STRUCTURAL STUDIES OF GLYCOLIPID-REACTIVE T CELLS AND ANTIBODIES

糖脂反应性 T 细胞和抗体的结构研究

• 批准号: 7954410
• 负责人: Dirk M Zajonc
• 金额: $ 0.12万
• 依托单位: STANFORD UNIVERSITY
• 依托单位国家: 美国
• 财政年份: 2009
• 资助国家: 美国
• 起止时间: 2009-03-01 至 2010-02-28
• 项目状态: 已结题
• 来源: https://reporter.nih.gov/project-details/7954410
• 关键词: Adjuvant; Agonist; Animal Model; Antibodies; Antigen Presentation; Antigens; B-Lymphocytes; Borrelia burgdorferi; Cells; Complex; Computer Retrieval of Information on Scientific Projects Database; Development; Epitopes; Family; Funding; Glycolipids; Grant; Hand; Immune; Immune system; Institutes; Institution; Lipid Binding; Lipids; Lyme Disease; Multiple Sclerosis; Mus; Patients; Research; Research Personnel; Resources; Source; T-Lymphocyte; United States National Institutes of Health; Work; base; chemotherapeutic agent; immune function; structural biology; synchrotron radiation

This subproject is one of many research subprojects utilizing the resources provided by a Center grant funded by NIH/NCRR. The subproject and investigator (PI) may have received primary funding from another NIH source, and thus could be represented in other CRISP entries. The institution listed is for the Center, which is not necessarily the institution for the investigator. The CD1 family of antigen presenting molecules presents a wide variety of glycolipid antigens to lipid-specific T cells, resulting in their activation and expansion, necessary to carry out various immune functions including the activation of other immune cells. Structural studies of various CD1-lipid-TCR complexes will greatly enhance our understanding of glycolipid antigen presentation and recognition in the immune system. The gained structural results can potentially be used for the development of lipid based chemotherapeutic agents or adjuvants to target various immune conditions, such as Multiple Sclerosis (MS) or lyme disease. The immunomodulatory functions of these compounds can be assessed using animal models in our institute. In that regard we are working on one hand with T cells that are enriched in MS patients and on the other hand we have already crystallized mouse CD1d with a potential T cell agonist from Borrelia burgdorferi, the causative agent of Lyme disease. Furthermore we have obtained antibodies, which can discriminate between different CD1d-bound lipids. A ternary complex between CD1d-lipid-Fab will provide a detailed comparison of the recognition and interaction with specific glycolipid epitopes between T cells and B cells.

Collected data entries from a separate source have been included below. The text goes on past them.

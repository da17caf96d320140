"""GAT's attention checked against the paper's definition written as a plain loop over
vertices (Veličković et al., ICLR 2018, eqs. 1-4, from memory): for every vertex v and
every u in N(v) ∪ {v}, e_vu = LeakyReLU_0.2(a_src · W h_u + a_dst · W h_v), α_v· the
softmax over u, out[v] = Σ_u α_vu W h_u per head, heads concatenated then ELU on hidden
layers. The package code is vectorised; this test loops on purpose.
"""
from __future__ import annotations

import math

import numpy as np
import scipy.sparse as sp

from shardtrain.data.graph import Graph, csr_from_edges, normalized_adjacency
from shardtrain.plan.schedule import layer_dims, model_hops
from shardtrain.train import model
from shardtrain.train.models import gat
from shardtrain.train.models.common import edge_keep_mask, local_graph


def _small_graph(n=9, seed=2):
    rng = np.random.default_rng(seed)
    src, dst = rng.integers(0, n, 14), rng.integers(0, n, 14)
    indptr, indices, _ = csr_from_edges(src, dst, n)
    x = rng.normal(size=(n, 5))
    return Graph(indptr, indices, x, rng.integers(0, 3, n), np.ones(n, bool), None, None)


def _loop_layer(h, w, att_src, att_dst, b, neighbours, heads, d, hidden):
    n = h.shape[0]
    t = h @ w
    out = np.zeros((n, heads * d))
    for v in range(n):
        for k in range(heads):
            tk = t[:, k * d:(k + 1) * d]
            us = sorted(set(neighbours[v]) | {v})
            scores = []
            for u in us:
                s = float(att_src[k] @ tk[u] + att_dst[k] @ tk[v])
                scores.append(s if s > 0 else 0.2 * s)
            top = max(scores)
            ex = [math.exp(s - top) for s in scores]
            total = sum(ex)
            for u, e in zip(us, ex):
                out[v, k * d:(k + 1) * d] += (e / total) * tk[u]
    if b is not None:
        out += b
    if hidden:
        out = np.where(out > 0, out, np.expm1(np.minimum(out, 0)))
    return out


def test_forward_equals_a_per_vertex_loop():
    g = _small_graph()
    n = g.num_vertices
    neighbours = [list(g.indices[g.indptr[v]:g.indptr[v + 1]]) for v in range(n)]
    dims = layer_dims(5, 4, 3, 2, model="gat", heads=3)
    hops = model_hops(dims, "gat", hidden=4, heads=3)
    params = model.glorot_init(dims, 1, np.float64, True, hops=hops)
    rng = np.random.default_rng(0)
    params = [model.GatLayer(p.w, p.att_src * 3, p.att_dst * 3, rng.normal(size=p.b.shape))
              for p in params]
    a_hat = normalized_adjacency(g)
    local = local_graph(a_hat, np.arange(n))
    logits, _ = model.forward(params, g.features, hops, lambda l, m: m, model.no_dropout,
                              local)
    h = g.features
    for l, (p, hop) in enumerate(zip(params, hops)):
        h = _loop_layer(h, p.w, p.att_src, p.att_dst, p.b, neighbours, hop.heads, hop.d_out,
                        hidden=l < len(hops) - 1)
    np.testing.assert_allclose(logits, h, rtol=1e-12, atol=1e-12)


def test_softmax_is_stable_for_large_scores():
    # scores of order 1e3 overflow exp() without the per-vertex maximum subtracted
    g = _small_graph()
    local = local_graph(normalized_adjacency(g), np.arange(g.num_vertices))
    t = np.random.default_rng(1).normal(size=(g.num_vertices, 2, 3)) * 1e3
    att = np.ones((2, 3))
    alpha, _ = gat.attention(t, t, att, att, local)
    assert np.all(np.isfinite(alpha))
    sums = np.add.reduceat(alpha, local.indptr[:-1], axis=0)
    np.testing.assert_allclose(sums, 1.0, rtol=1e-12)


def test_attention_dropout_depends_only_on_the_endpoints_ids():
    # counter-based: the same (seed, epoch, layer, head, dst, src) keeps the same decision
    # in any edge order and any process layout; kept fraction close to 1 - rate
    rng = np.random.default_rng(4)
    dst, src = rng.integers(0, 10**6, 20000), rng.integers(0, 10**6, 20000)
    threshold = 32768                                  # rate 0.5
    keep = edge_keep_mask(3, 5, 1, 4, src, dst, threshold)
    perm = rng.permutation(dst.size)
    np.testing.assert_array_equal(edge_keep_mask(3, 5, 1, 4, src[perm], dst[perm],
                                                 threshold), keep[perm])
    assert keep.shape == (20000, 4)
    assert abs(keep.mean() - 0.5) < 0.01
    # another epoch, layer, head or the reversed edge draws independently
    other = edge_keep_mask(3, 6, 1, 4, src, dst, threshold)
    assert abs((keep == other).mean() - 0.5) < 0.02
    swapped = edge_keep_mask(3, 5, 1, 4, dst, src, threshold)
    assert abs((keep == swapped).mean() - 0.5) < 0.02
    assert abs((keep[:, 0] == keep[:, 1]).mean() - 0.5) < 0.02


def test_attention_dropout_is_the_same_on_every_shard_layout():
    # the reference's masks on its edges equal a shard's masks on the same edges
    g = _small_graph(n=30, seed=5)
    n = g.num_vertices
    drop = model.Dropout(seed=2, epoch=3, rate=0.5, global_ids=np.arange(n))
    full = local_graph(normalized_adjacency(g), np.arange(n))
    whole = gat._edge_keep(drop, 1, 2, full)
    order = np.random.default_rng(0).permutation(n)
    a = sp.csr_matrix(normalized_adjacency(g))[order][:, order]
    a.sort_indices()
    part = local_graph(a, order)
    shuffled = gat._edge_keep(model.Dropout(2, 3, 0.5, order), 1, 2, part)
    key_full = full.col_ids[full.rows] * n + full.col_ids[full.indices]
    key_part = part.col_ids[part.rows] * n + part.col_ids[part.indices]
    np.testing.assert_array_equal(whole[np.argsort(key_full)], shuffled[np.argsort(key_part)])


def _gat_step(g, dtype, heads=3):
    """Logits and gradients of one GAT training forward + backward (dropout on)."""
    n = g.num_vertices
    dims = layer_dims(5, 4, 3, 2, model="gat", heads=heads)
    hops = model_hops(dims, "gat", hidden=4, heads=heads)
    params = model.glorot_init(dims, 1, dtype, True, hops=hops)
    local = local_graph(normalized_adjacency(g), np.arange(n))
    drop = model.Dropout(seed=4, epoch=2, rate=0.4, global_ids=np.arange(n))
    x = g.features.astype(dtype)
    logits, cache = model.forward(params, x, hops, lambda l, m: m, drop, local)
    dlogits = np.random.default_rng(3).normal(size=logits.shape).astype(dtype)
    grads = model.backward(params, cache, dlogits, hops, lambda l, m: m)
    return logits, grads


def test_blocked_passes_give_the_bits_of_one_block(monkeypatch):
    # the per-edge passes run over blocks of whole rows; blocks of a few entries (many
    # rows split across blocks' edges) must give exactly the one-block result, which the
    # per-vertex loop above checks
    g = _small_graph(n=40, seed=6)
    for dtype in (np.float64, np.float32):
        whole = _gat_step(g, dtype)
        monkeypatch.setattr(gat, "_BLOCK_WORDS", 7)
        blocked = _gat_step(g, dtype)
        monkeypatch.undo()
        assert whole[0].tobytes() == blocked[0].tobytes()
        for gw, gb in zip(whole[1], blocked[1]):
            for a, b in zip(gw, gb):
                assert (a is None and b is None) or a.tobytes() == b.tobytes()


def test_row_blocks_cover_every_row_once():
    g = _small_graph(n=40, seed=6)
    local = local_graph(normalized_adjacency(g), np.arange(g.num_vertices))
    for entries in (1, 5, 13, 10**6):
        blocks = local.row_blocks(entries)
        rows = np.concatenate([np.arange(r0, r1) for r0, r1, _, _ in blocks])
        np.testing.assert_array_equal(rows, np.arange(local.num_rows))
        for r0, r1, e0, e1 in blocks:
            assert (e0, e1) == (local.indptr[r0], local.indptr[r1])
        assert (len(blocks) > 1) if entries < local.indptr[-1] else (len(blocks) == 1)


def test_head_products_equal_scipy_per_head():
    # scipy's sparse product per head, the definition of out_h = A_h T_h (and A_hᵀ G_h)
    g = _small_graph(n=30, seed=8)
    local = local_graph(normalized_adjacency(g), np.arange(g.num_vertices))
    rng = np.random.default_rng(5)
    values = rng.random((local.indices.size, 3))
    x = rng.normal(size=(local.num_cols, 3, 2))
    out = local.product_heads(values, x)
    out_t = local.product_t_heads(np.asfortranarray(values), x)
    for h in range(3):
        a = sp.csr_matrix((values[:, h], local.indices, local.indptr),
                          shape=(local.num_rows, local.num_cols))
        np.testing.assert_allclose(out[:, h, :], a @ x[:, h, :], rtol=1e-13)
        np.testing.assert_allclose(out_t[:, h, :], a.T @ x[:, h, :], rtol=1e-13)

该子项目是利用该技术的众多研究子项目之一 资源由 NIH/NCRR 资助的中心拨款提供。子项目和 研究者 (PI) 可能已从 NIH 的另一个来源获得主要资金， 因此可以在其他 CRISP 条目中表示。列出的机构是 对于中心来说，它不一定是研究者的机构。 CD1 抗原呈递分子家族向脂质特异性 T 细胞呈递多种糖脂抗原，导致其激活和扩增，这是执行各种免疫功能（包括激活其他免疫细胞）所必需的。各种 CD1-脂质-TCR 复合物的结构研究将极大地增强我们对免疫系统中糖脂抗原呈递和识别的理解。所获得的结构结果可用于开发基于脂质的化疗剂或佐剂，以针对多种免疫疾病，例如多发性硬化症（MS）或莱姆病。这些化合物的免疫调节功能可以使用我们研究所的动物模型进行评估。在这方面，我们一方面正在研究多发性硬化症患者体内富集的 T 细胞，另一方面，我们已经用来自伯氏疏螺旋体（莱姆病的病原体）的潜在 T 细胞激动剂结晶了小鼠 CD1d。此外，我们还获得了可以区分不同 CD1d 结合脂质的抗体。 CD1d-lipid-Fab 之间的三元复合物将提供 T 细胞和 B 细胞之间与特定糖脂表位的识别和相互作用的详细比较。